Добавить в цитаты Настройки чтения

Страница 40 из 110

Момент длился десять минут, немало. Он испытывал прилив сил - и род наслаждения. "Вот что, - продолжал говорить Дрягин, - если хочешь, можно без очереди достать "Жигуль", включим в список". Содержание Каблуков услышал вторым планом, первым что-то вроде птичьей трели: тчт-чъш-чир-дост-люч-спс. "Жигуль", щегол. Ему пришло в голову, что, вообще говоря, Дрягиным можно восхититься: простой, прямой, смелый. Доброжелательный. Они встали со скамейки, дошли до перекрестка аллей, протянули друг другу руки и разошлись. Как-то сухо - честное слово, надо было хотя бы похлопать по плечу. И самая была минута перейти на "ты". Уже выйдя на улицу, он погрезил, на что они с Тоней потратят деньги. Квартира. Машина. Мебель. Пицунда спальным вагоном, номер-люкс в гостинице - устроит Дрягин... Вдруг как будто споткнулся. Встал как вкопанный, густо покраснел, даже задохнулся - и самыми быстрыми и большими, на какие был способен, шагами помчался домой вывалить Тоне, во что ввязался. Не в том смысле, что в запретное или в низкое-грязное - ничего подобного: ввязался и не раскаиваюсь, сделаю и отвечу за сделанное. Но в то, что само собой ввело его в эти десять минут - такого всеохватного стыда, что даже мурашки страха пробежали по коже

IV

Тоня выслушала все спокойно, чему-то улыбнувшись, чему-то огорчившись, но и улыбкой, и горечью глаз прежде всего выражая сочувствие Каблукову, выглядевшему смятенным и несчастным. За дорогу он немного остыл, смятение и несчастность скорее поддерживались по инерции, а по-честному должны были уступить место просто смущению и печали. Она сказала: деньги большие да еще такие шальные, кого хочешь собьет с толку. Ничего страшного и ничего особенно стыдного в том, что Дрягин и вся эта... сфера тебе на миг приглянулись, не вижу. Это как, ну не знаю, высадка на неизвестный остров. Или война. Надо мгновенно ориентироваться, и выбираешь выход, а он оказывается благополучным. Лучше бы наоборот, и в другой бы раз, уже имея такой опыт, выбрал другое, на это не клюнул бы. Но сперва надо получить опыт. Так что будем жить с тем, что вышло. Можно сказать и - что выпало... Вот история с Шаровой, она, действительно, противная. Но ты что-нибудь приемлемое, а может, и привлекательное, уверена, из нее сделаешь.

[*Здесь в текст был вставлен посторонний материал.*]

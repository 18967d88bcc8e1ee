import { createCustomerSchema, type CreateCustomerInput, type Customer } from '@evenset/contracts';
import { zodResolver } from '@hookform/resolvers/zod';
import { useForm } from 'react-hook-form';
import { useNotify } from '../../../components/feedback/notifications';
import { FormDialog } from '../../../components/form/form-dialog';
import { FormTextField } from '../../../components/form/form-text-field';
import { applyServerErrors } from '../../../lib/form-errors';
import { createCustomer, useRevalidateCustomers } from '../api/customers';

interface NewCustomerDialogProps {
  /** Pre-fills the name, e.g. with what was typed in a customer search. */
  initialName?: string;
  onCreated: (customer: Customer) => void;
  onClose: () => void;
}

/** A new customer: name, contact e-mail (where certificates go) and notes. */
export function NewCustomerDialog({ initialName = '', onCreated, onClose }: NewCustomerDialogProps) {
  const notify = useNotify();
  const revalidate = useRevalidateCustomers();
  const { control, handleSubmit, setError, formState } = useForm<CreateCustomerInput>({
    resolver: zodResolver(createCustomerSchema),
    defaultValues: { name: initialName, contactEmail: '', notes: '' },
  });
  const onSubmit = handleSubmit(async (input) => {
    try {
      const customer = await createCustomer(input);
      void revalidate();
      notify(`${customer.name} was added.`);
      onCreated(customer);
    } catch (error) {
      applyServerErrors(error, setError, { fields: ['name', 'contactEmail', 'notes'] });
    }
  });
  return (
    <FormDialog
      open
      title="New customer"
      submitLabel="Add customer"
      submitting={formState.isSubmitting}
      error={formState.errors.root?.server?.message}
      onClose={onClose}
      onSubmit={(event) => {
        // The dialog may open over another form (the set builder's): keep the submit to this one.
        event.stopPropagation();
        void onSubmit(event);
      }}
    >
      <FormTextField control={control} name="name" label="Customer name" autoComplete="organization" autoFocus />
      <FormTextField
        control={control}
        name="contactEmail"
        label="Contact e-mail"
        type="email"
        autoComplete="email"
        helperText="Certificates are sent here."
      />
      <FormTextField control={control} name="notes" label="Notes" multiline minRows={2} />
    </FormDialog>
  );
}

В том-то и дело, что, углубившись в материал и прикидывая реальные сюжеты, Каблуков все больше в этом сомневался. Отношения, в которые входили, и чувства, которые испытывали гомосексуалисты, он знал только по увиденному в кино или прочитанному, плюс что-то мог вообразить. О двойной сексуальности имел представление и вовсе туманное. По размышлении предложил Дрягину столкновение страсти и самообуздания. Тогда в конце концов неважно, гомо, или би, или гетеро. Тем более гермафродит, само по себе драма. И при этом как фон, на который все это можно пунктиром, едва заметно проецировать противостояние Гермеса и Афродиты. Колоссально, говорил Дрягин, но погрубее давай, погрубее. Ломовые кобылы... Каблуков тянул свое: я не хочу сказать, что в бунюэлевской манере, но ее можно держать в уме как теорему, близкую к нашей... Да Бунюэль бы дрожал от восторга, если бы пришел в раздевалку русских баб с Шаровой, раздувающей ноздри. Вожделения с воздержанием и Афродиты с Гермесом он в Испании наелся. А тут конюшня. Все половозрелые, все ржут и все немного насчет либидо невменяемые. И внутри у всех представление о нежности, которая, неизвестно где, ждет их.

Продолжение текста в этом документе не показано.